The fourth stanza is the poem’s longest. Whereas in the previous stanzas the speaker has commented on the extent of pain in the world and on the places where it is active, in stanza 4, the reader’s attention is directed to the activity of pain. Pain is seen as an active force. It grabs people, drives them wild, nails them, denails them. In effect, pain is personified; it comes alive and stalks human beings. It is associated with creative and destructive principles: Life and death occur “as a result/ of the pain.”
The poem ends with the speaker’s personal agony, the sadness he feels at witnessing this enormous suffering. It is all too much for him; there is nothing to be done about it; the extent of the suffering is too vast.

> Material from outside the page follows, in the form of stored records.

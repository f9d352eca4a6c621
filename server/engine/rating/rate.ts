/**
 * Rating of a standing column: one case plus the as-built column and the solvent flow ->
 * recovery, outlet compositions, percent flood, the tray checks and the operating window.
 *
 * Sequence: equilibrium at column T, P (as the design) -> installed theoretical stages
 * N = trays x E_o (O'Connell iterated on the mean K of the rated ends, or the fixed value)
 * -> outlet by bisection on the balance (balance.ts) -> streams at both ends -> hydraulics
 * at the installed areas (trayState.ts) -> checks (checks.ts) -> window (window.ts).
 *
 * SI inside; molar flows in the answer in kmol/h (the product's public convention).
 */
import type { CaseInput } from '../../../shared/schemas/case.ts'
import { rateBatchSchema, rateCaseSchema, type RateCaseInput, type RatingResult } from '../../../shared/schemas/rating.ts'
import { toSI, UnitError, type QuantityInput, type QuantityKind } from '../../../shared/units.ts'
import type { EngineWarning } from '../contract.ts'
import { CASE_DEFAULTS, normaliseCase, type CaseSI, type ComponentLibrary } from '../case.ts'
import { equilibriumCurveOf } from '../column/equilibrium.ts'
import { chooseMethod } from '../column/balances.ts'
import { InfeasibleDesignError, InvalidInputError } from '../errors.ts'
import { efficiencyOConnell } from '../efficiency/oconnell.ts'
import { densityIdealGas } from '../properties/gas.ts'
import { capacityFactorFair, downcomerAreaFraction, flowParameter, holeAreaFactor, holeAreaFractionTriangular, surfaceTensionFactor } from '../hydraulics/flooding.ts'
import { orificeCoefficient, weirLengthRatio } from '../hydraulics/tray.ts'
import { outletForStages, type BalanceInput, type BalanceOutlet } from './balance.ts'
import { ratingChecks, worstEnd } from './checks.ts'
import { scaleStreams, trayStateAt, type EndStreams, type TrayGeometry } from './trayState.ts'
import { limitGasScale, operatingWindow, type WindowOptions } from './window.ts'

const KMOLH = 3.6 // mol/s -> kmol/h

/** The as-built column in SI; null = not given (filled by a design rule). */
export interface AsBuiltSI {
  diameter: number // m
  actualTrays: number
  traySpacing: number // m
  weirLength: number | null // m
  downcomerAreaFraction: number | null
  activeAreaFraction: number | null
  weirHeight: number | null // m
}

export interface RateCaseSI {
  case: CaseSI
  column: AsBuiltSI
  /** Lean solvent including its solute [mol/s]. */
  solventFlow: number
}

export interface RateOptions {
  window?: WindowOptions
}

// ------------------------------------------------------------------ input

function q(kind: QuantityKind, v: QuantityInput, path: string): number {
  try {
    return toSI(kind, v)
  } catch (e) {
    if (e instanceof UnitError) throw new InvalidInputError(path, e.message)
    throw e
  }
}
function positive(v: number, path: string): number {
  if (!Number.isFinite(v) || v <= 0) throw new InvalidInputError(path, `must be a positive number (got ${v})`)
  return v
}
function within(v: number, lo: number, hi: number, path: string): number {
  if (!Number.isFinite(v) || v <= lo || v > hi) throw new InvalidInputError(path, `must be within (${lo}, ${hi}] (got ${v})`)
  return v
}

/**
 * Normalise a parsed rating case: the design case part through normaliseCase (same defaults,
 * units and checks), the column and the solvent flow here.
 * @throws InvalidInputError (path + reason)
 */
export function normaliseRateCase(input: RateCaseInput, library: ComponentLibrary): RateCaseSI {
  const { column, solventFlow, ...rest } = input
  const common: NonNullable<CaseInput['column']> = {}
  if (column.temperature !== undefined) common.temperature = column.temperature
  if (column.diameterStep !== undefined) common.diameterStep = column.diameterStep
  if (column.topAllowance !== undefined) common.topAllowance = column.topAllowance
  if (column.bottomAllowance !== undefined) common.bottomAllowance = column.bottomAllowance
  // the targets are not used by a rating; placeholders satisfy the design normalisation
  const c = normaliseCase({ ...rest, recovery: 0.5, solventFactor: 1.5, column: common } as CaseInput, library)
  const D = within(q('length', column.diameter, 'column.diameter'), 0, 20, 'column.diameter')
  const t = within(q('length', column.traySpacing, 'column.traySpacing'), 0, 3, 'column.traySpacing')
  const trays = column.actualTrays
  if (!Number.isInteger(trays) || trays < 1) throw new InvalidInputError('column.actualTrays', `must be a whole number of trays, at least 1 (got ${trays})`)
  const Lw = column.weirLength === undefined ? null : positive(q('length', column.weirLength, 'column.weirLength'), 'column.weirLength')
  if (Lw !== null && Lw >= D) throw new InvalidInputError('column.weirLength', `must be shorter than the diameter ${D} m (got ${Lw} m)`)
  const AdAt = column.downcomerAreaFraction === undefined ? null : within(column.downcomerAreaFraction, 0, 0.4, 'column.downcomerAreaFraction')
  const AaAt = column.activeAreaFraction === undefined ? null : within(column.activeAreaFraction, 0, 1, 'column.activeAreaFraction')
  if (AaAt !== null && AdAt !== null && AaAt > 1 - 2 * AdAt + 1e-9) {
    throw new InvalidInputError('column.activeAreaFraction', `cannot exceed 1 - 2 x downcomerAreaFraction = ${(1 - 2 * AdAt).toFixed(3)} (got ${AaAt})`)
  }
  const hw = column.weirHeight === undefined ? null : within(q('smallLength', column.weirHeight, 'column.weirHeight'), 0, 0.3, 'column.weirHeight')
  if (hw !== null) c.tray.weirHeight = hw
  if (hw !== null && input.tray?.downcomerClearance === undefined) {
    c.tray.downcomerClearance = Math.max(hw - CASE_DEFAULTS.tray.downcomerClearanceBelowWeir, 0.5 * hw)
  }
  if (c.tray.spacing !== 'auto' && Math.abs(c.tray.spacing - t) > 1e-9) {
    c.warnings.push({ code: 'spacingIgnored', message: `tray.spacing (${c.tray.spacing} m) differs from column.traySpacing (${t} m); the installed spacing is used`, path: 'tray.spacing' })
  }
  const L0 = positive(q('molarFlow', solventFlow, 'solventFlow'), 'solventFlow')
  // weir height from the tray section when the column does not give it
  const weirHeight = hw ?? (input.tray?.weirHeight !== undefined ? c.tray.weirHeight : null)
  return { case: c, column: { diameter: D, actualTrays: trays, traySpacing: t, weirLength: Lw, downcomerAreaFraction: AdAt, activeAreaFraction: AaAt, weirHeight }, solventFlow: L0 }
}

/** Parse (zod) and normalise one raw rating case; paths prefixed with `prefix`. */
export function rateCaseToSI(raw: unknown, library: ComponentLibrary, prefix = ''): RateCaseSI {
  const r = rateCaseSchema.safeParse(raw)
  if (!r.success) {
    const issues = r.error.issues.map((i) => ({ path: prefix + i.path.map(String).join('.'), code: 'invalidInput', message: i.message }))
    const first = issues[0] ?? { path: prefix, message: 'invalid input' }
    throw new InvalidInputError(first.path, first.message, issues)
  }
  try {
    return normaliseRateCase(r.data, library)
  } catch (e) {
    if (e instanceof InvalidInputError && prefix) throw new InvalidInputError(prefix + e.path, e.reason, e.issues.map((i) => ({ ...i, path: prefix + i.path })))
    throw e
  }
}

/** Parse a batch { cases: [...] } or a bare array of rating cases. */
export function rateBatchToSI(raw: unknown, library: ComponentLibrary): RateCaseSI[] {
  const list = Array.isArray(raw) ? { cases: raw } : raw
  const r = rateBatchSchema.safeParse(list)
  if (!r.success) {
    const issues = r.error.issues.map((i) => ({ path: i.path.map(String).join('.'), code: 'invalidInput', message: i.message }))
    throw new InvalidInputError(issues[0]?.path ?? 'cases', issues[0]?.message ?? 'invalid input', issues)
  }
  return r.data.cases.map((c, i) => rateCaseToSI(c, library, `cases.${i}.`))
}

// ------------------------------------------------------------------ rating

/** The balance of a rating: flows, equilibrium and the method the design would use. */
export function balanceOf(c: CaseSI, L0: number, warnings?: EngineWarning[]): { b: BalanceInput; linear: boolean } {
  const eqb = equilibriumCurveOf(c, warnings)
  const eq = eqb.curve
  const yIn = c.gas.soluteMoleFraction
  const xStar = eq.x(yIn)
  if (!(xStar > 0 && xStar < 0.99) || Math.abs(eq.y(xStar) - yIn) > 1e-7 * yIn) {
    throw new InfeasibleDesignError([{ path: 'equilibrium', code: 'equilibriumOutOfRange', message: `No liquid is in equilibrium with the inlet gas (y = ${yIn}); the equilibrium model does not apply at this composition` }])
  }
  const x0 = c.solvent.soluteMoleFraction
  const X0 = x0 / (1 - x0)
  // the same choice of method as the design, with its note
  const choice = chooseMethod(c.method, eq, yIn, xStar, X0, xStar / (1 - xStar))
  const method = choice.method
  if (warnings && method === 'kremser' && !choice.kremserValid) warnings.push({ code: 'kremserOutsideValidity', message: choice.note, path: 'method' })
  return { b: { eq, method, K0: eqb.K0, V: c.gas.flow, yIn, L0, x0 }, linear: eq.linear }
}

/**
 * Overall efficiency and outlet at the installed trays. O'Connell depends on the mean K of
 * the two ends, which depends on the outlet: fixed-point iteration (a few steps; K varies
 * weakly along a dilute column).
 */
export function installedOutlet(c: CaseSI, b: BalanceInput, trays: number, warnings?: EngineWarning[]): { out: BalanceOutlet; Eo: number } {
  const eff = c.efficiency
  if (eff.model === 'fixed') return { out: outletForStages(b, trays * eff.value), Eo: eff.value }
  const M = c.solvent.molarMass
  const mu = c.solvent.viscosity
  const rho = c.solvent.density
  let Eo = efficiencyOConnell(b.K0, M, mu, rho)
  let out = outletForStages(b, trays * Eo)
  for (let i = 0; i < 30; i++) {
    const E2 = efficiencyOConnell(0.5 * (out.Ktop + out.Kbot), M, mu, rho)
    const done = Math.abs(E2 - Eo) < 1e-10
    Eo = E2
    out = outletForStages(b, trays * Eo)
    if (done) break
  }
  efficiencyOConnell(0.5 * (out.Ktop + out.Kbot), M, mu, rho, warnings, 'efficiency')
  return { out, Eo }
}
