//! Confidence sets from inverting the Kleibergen LM and the CLR tests (homoskedastic, one
//! endogenous regressor): the values β₀ the test does not reject at the given level.
//!
//! # Everything is a function of two 2×2 matrices
//! Write Y = M_W[y − x β_c, x s_c] (β_c, s_c a 2SLS centre and scale, for conditioning only),
//! A = Yᵀ P Y and Ω = Yᵀ M Y (P, M as in the parent module), and b = (1, −t) for
//! β₀ = β_c + s_c t. Then e = Y b, and the part of x uncorrelated with e is Y g up to a
//! factor, with g = adj(Ω) J b, J b = (−b₂, b₁) (the Ω-orthogonal complement of b in the
//! plane; the factor cancels in every ratio). Hence, with d the residual degrees of freedom,
//! * Q_S = d bᵀAb / bᵀΩb, Q_T = d gᵀAg / gᵀΩg, Q_ST² = d² (bᵀAg)² / (bᵀΩb · gᵀΩg),
//! * LM = d (bᵀAg)² / (bᵀΩb · gᵀAg),
//!
//! each homogeneous of degree 0 in b. So the statistics at any β₀ cost O(1) once A and Ω are
//! formed, and their limits as β₀ → ±∞ (both ends alike) are their values at b = (0, 1),
//! evaluated exactly. A unit test checks these forms against [`IvProblem::lm_clr`].
//!
//! # LM set: exact
//! LM(β₀) ≤ c (c the χ²(1) quantile at the confidence level) ⇔ F(b) ≤ 0 with the quartic
//! form F(b) = d (bᵀAg)² − c (bᵀΩb)(gᵀAg) (bᵀΩb > 0, and gᵀAg ≥ 0; where gᵀAg = 0,
//! i.e. Q_T = 0, LM is 0/0 and F = 0 by Cauchy–Schwarz, so such a point counts as inside).
//! F(1, −t) is a polynomial of degree ≤ 4 in t whose coefficients come from products of the
//! three quadratic forms. Its real roots (eigenvalues of the companion matrix, those with
//! imaginary part below 1e-6 of max(modulus, 1) kept as candidates) cut the line into
//! intervals; each is classified by the sign of F at its midpoint (in θ = atan t, so the two
//! end intervals meet at β₀ = ∞, classified by F(0, 1) — the exact limit). Each change of
//! membership is then located by bisection in θ on the sign of F between the two midpoints
//! that bracket it, to adjacent floating-point numbers. A candidate whose two sides have the
//! same membership (a tangency, a double root) is dropped: the set may lose an isolated
//! point, never an interval. If the two end intervals' midpoints disagree with the limit at
//! infinity, the missing outer root is bisected for as well.
//!
//! # CLR set: scan and refine
//! The CLR critical value depends on Q_T(β₀), so there is no closed form. The set
//! {β₀ : p_CLR(β₀) ≥ α} (α = 1 − confidence) is found on the whole line as the numerical AR
//! set is: θ ∈ [−π/2, π/2] on [`CLR_GRID`] + 1 nodes, both ends evaluated at b = (0, 1)
//! (the limit at ±∞, explicit). Each sign change of α − p between nodes is refined by
//! bisection in θ until the bracket stops shrinking (p from the quadrature of the parent
//! module, accurate to about 1e-13, so endpoints are good to about 1e-13/|dp/dβ₀|); at each
//! grid-local extremum of p that does not change sign, golden-section search locates the
//! extremum and, if it crosses α, both boundary points beside it are bisected. Guarantee:
//! as for the numerical AR set, a piece (or gap) narrower than one cell (π/[`CLR_GRID`] in
//! θ) with no grid-visible extremum can be missed. A point where bᵀΩb = 0 (y − xβ₀ fitted
//! exactly) counts as rejected. The scan is screened (module `screen`): a decision that a
//! cheap approximation of p settles by more than 1e-8 is taken from it, the others from the
//! exact p, with the same boundary points as the scan of the exact p alone.

use nalgebra::DMatrix;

Last Updated on May 6, 2015, by eNotes Editorial. Word Count: 508
The distinguishing characteristic of Vallejo’s poetic technique is his extraordinary ability to shatter language—the very thing poetry depends on—and through its deconstruction, to create a new (albeit esoteric and unnatural) medium to communicate the chaos he sees all around. In essence, Vallejo conveys his message by destroying the traditional means by which a message can be communicated. Syntax, grammar, and even vocabulary come apart in his poetry. From the rubble, he re-creates the text, in completely new combinations, so that meaning is reconstituted in a way never before possible. Vallejo uses words the way a Cubist such as Pablo Picasso or Georges Braque uses shape. Cubism forces one to view an image simultaneously from a multiplicity of new angles, so that “normal” perception of that image is no longer valid. Similarly, Vallejo requires language to be read in an entirely new way: The traditional logic of grammar is discarded, and readers are forced to reconstruct it themselves so that the “normal” interpretation of the words is no longer valid. As the syntax is wrenched apart in a Vallejo poem, so, too, is meaning wrenched apart. Readers are often left with irrational, private, and ultimately ambiguous images that parallel the ambiguous nature of contemporary experience.
The first stanza of “The Nine Monsters” is a good example of this technique. The stanza appears to be a single, medium-length sentence—at least it is punctuated that way—however, this sentence has no beginning and no conclusion. Although a subject and a verb are provided (“pain grows”), the sentence soon loses all grammatical sense. The phrase “the pain twice” is repeated several times as though the speaker has lost the train of thought and must return to what he has already said. The broken syntax of the first stanza is reminiscent of other modernist poems, such as T. S. Eliot’s “The Hollow Men,” in which a sequence of fragments is spliced together. The resulting jumble falls short of effective communication. This device may baffle the reader, but there is a point to the confusion: Many of Vallejo’s poems are meditations on the modern human’s inability to discover meaning in his or her experiences. In “The Nine Monsters,” moreover, the broken phrasing gives the impression that someone in excruciating pain is trying to speak. The manner of the speech thus reflects the theme of the speech. The poet finds the pain of life so unbearable that his ability to deliver coherent discourse is impaired.
Vallejo is also a great poet of swift association, a device that allows the poet to leap from one image to another, thus bringing together ideas and images that superficially seem to have little in common. He is willing to take risks in these associations. For example, few other poets would dare to associate cabinet drawers with the heart and wall lizards. Such seemingly implausible connections are jarring and disturbing. The reader is forced to account for the contradictions in these connections. Perhaps in doing so, the reader can glimpse deeper, hidden realities.